Some versions of PHP come to the rescue with a $_SERVER element called ‘PWD’ which contains the directory from which the user executed PHP. The problem is that this is not present in every operating system (it is missing in Windows, for example). For lack of a more elegant solution, I eventually settled on defining a constant called CLI_DIR in my command-line scripts so that code deeper in the framework can figure out the context. Hence the code:
$pwd = $server->get('PWD', CLI_DIR);
This attempts to use the $_SERVER[‘PWD’] variable, but if it is not set, it fails over to the CLI_DIR constant. That way, the ugly workaround is only triggered when absolutely necessary.
Putting it All Together
As my first proof of concept, I decided to implement the import/import-xsl.php script. The code inside the script is very simple:
define('CLI_DIR', __DIR__); // save directory name of current script
require_once __DIR__ . '/../public/index.php';
This just sets the CLI_DIR constant described above and loads the framework.
Now we just need to define a controller to respond to the request. I created a base controller with shared methods that are likely to be used by other CLI-oriented controllers (module/VuFind/src/VuFind/CLI/Controller/AbstractBase.php) and then extended that with the actual ImportController functionality (module/VuFind/src/VuFind/CLI/Controller/ImportController.php).
At this point, all the pieces are in place. When you run import-xsl.php, it loads Zend Framework. Zend Framework detects CLI mode and loads the CLI module. The CLI module overrides the router and directs the user to ImportController::importXslAction(). The controller is able to make use of all the same classes and resources as a web application, and no setup code has been duplicated anywhere.
The Rough Edges
There is one piece of the puzzle that I am not entirely happy about right now. Zend Framework 2 controllers work by building up a ViewModel or Response object and then returning that for further processing. This model does not work well in the CLI environment for two reasons:
1.) CLI tools often need to produce real-time output. Unlike a web request which gets built all at once, a CLI tool will often show incremental details as it works (“loading file 1, loading file 2, etc.”).

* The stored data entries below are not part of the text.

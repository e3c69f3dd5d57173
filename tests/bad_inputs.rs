//! Bad inputs, one table: every layer is fed values it must refuse or flag, and the state
//! after a refused input is compared with a clone taken before it (all state types derive
//! `Clone + PartialEq`). Inputs that are accepted but flagged (a stuck sensor, a huge gap,
//! a spike, a clock fault) are checked against their documented behaviour: no NaN,
//! bounded output, recovery.
//!
//! `cargo test --test bad_inputs -- --nocapture` prints the table (case, layer, expected,
//! observed) as markdown, ready for DEVELOPERS.md.
//!
//! Physical limits used (choices of the crate, documented on each item): temperature
//! 100..=400 K (`Temperature::AIR_RANGE_K`), humidity 0..=100 %, the use presets' pressure
//! ranges (`min_pressure_pa`..=`max_pressure_pa`, at most 110 000 Pa, i.e. 1100 hPa),
//! Kalman height range -5 km..86 km and acceleration limit 16 g
//! (`VerticalKalmanConfig::DEFAULT`), longest gaps between samples (`max_gap_s`: drone
//! 10 s, balloon 600 s, walk 6 h).

use std::fmt::Debug;

use isohypse::atmosphere::US_1976;
use isohypse::datum::Calibration;
use isohypse::filter::{
    AlphaBeta, KalmanOutcome, Median, MovingAverage, OnePole, VerticalKalman, VerticalKalmanConfig,
};
use isohypse::flight::{FlightPhases, PhaseSettings};
use isohypse::model::{AirSample, ColumnModel, Reference, TemperatureModel, TemperatureProfile};
use isohypse::sounding::{Level, Profile};
use isohypse::time::{Instant, WrappingTicks};
use isohypse::track::{AscentTotals, HikeConfig, HikeTracker};
use isohypse::uses::{
    Balloon, BalloonSettings, Drone, DroneSettings, DroneState, Flags, Output, Sample, Use, Walk,
    WalkSettings,
};
use isohypse::{Error, Height, Pressure, RelativeHumidity, Temperature};
mod common;
use common::{at, h, k, p_at, pa, secs};

/// Outcome of one case: whether it matched, and what was observed.
type Observed = (bool, String);

/// A constructor or pure function must return `Err(expected)`.
fn err_is<T: Debug>(r: Result<T, Error>, expected: Error) -> Observed {
    let ok = matches!(&r, Err(e) if *e == expected);
    (ok, format!("{r:?}"))
}

/// A method on `state` must return `Err(expected)` and leave `state` equal to before.
fn refused<S: Clone + PartialEq, T: Debug>(
    state: &mut S,
    expected: Error,
    f: impl FnOnce(&mut S) -> Result<T, Error>,
) -> Observed {
    let before = state.clone();
    let r = f(state);
    let unchanged = *state == before;
    let ok = matches!(&r, Err(e) if *e == expected) && unchanged;
    let state = if unchanged { "unchanged" } else { "CHANGED" };
    (ok, format!("{r:?}; state {state}"))
}

fn flag_names(f: Flags) -> String {
    let v: Vec<&str> = f.names().collect();
    if v.is_empty() {
        "none".into()
    } else {
        v.join("|")
    }
}

fn finite<S>(o: &Output<S>) -> bool {
    o.altitude_m.is_finite()
        && o.raw_altitude_m.is_finite()
        && o.vertical_speed_mps.is_finite()
        && o.altitude_sigma_m.is_finite()
        && o.ascent_m.is_finite()
        && o.descent_m.is_finite()
}

/// `use_` after `n` valid samples at `rate_hz` at height `z`.
fn warmed<U: Use>(mut use_: U, z: f32, n: usize, rate_hz: f64) -> U {
    for i in 0..n {
        let out = use_.process(&Sample::pressure(at(i as f64 / rate_hz), p_at(z)));
        assert!(out.accepted());
    }
    use_
}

2.) CLI tools need to return an exit status to the operating system in order to indicate success or failure, which is critical for incorporating PHP tools into shell scripts and batch files.
Neither of these use cases are currently met through native framework features (at least as far as I can tell). For now, I am simply using “echo” and “exit” inside the controllers to achieve the desired effects, which is functional but less than ideal.
There is hope, though: the Zend Framework community is currently thinking about CLI integration, as evidenced by this Request For Comment. I’ll try to keep an eye on developments in this area, and once the framework has the capabilities we need, the existing code can be more tightly integrated into it.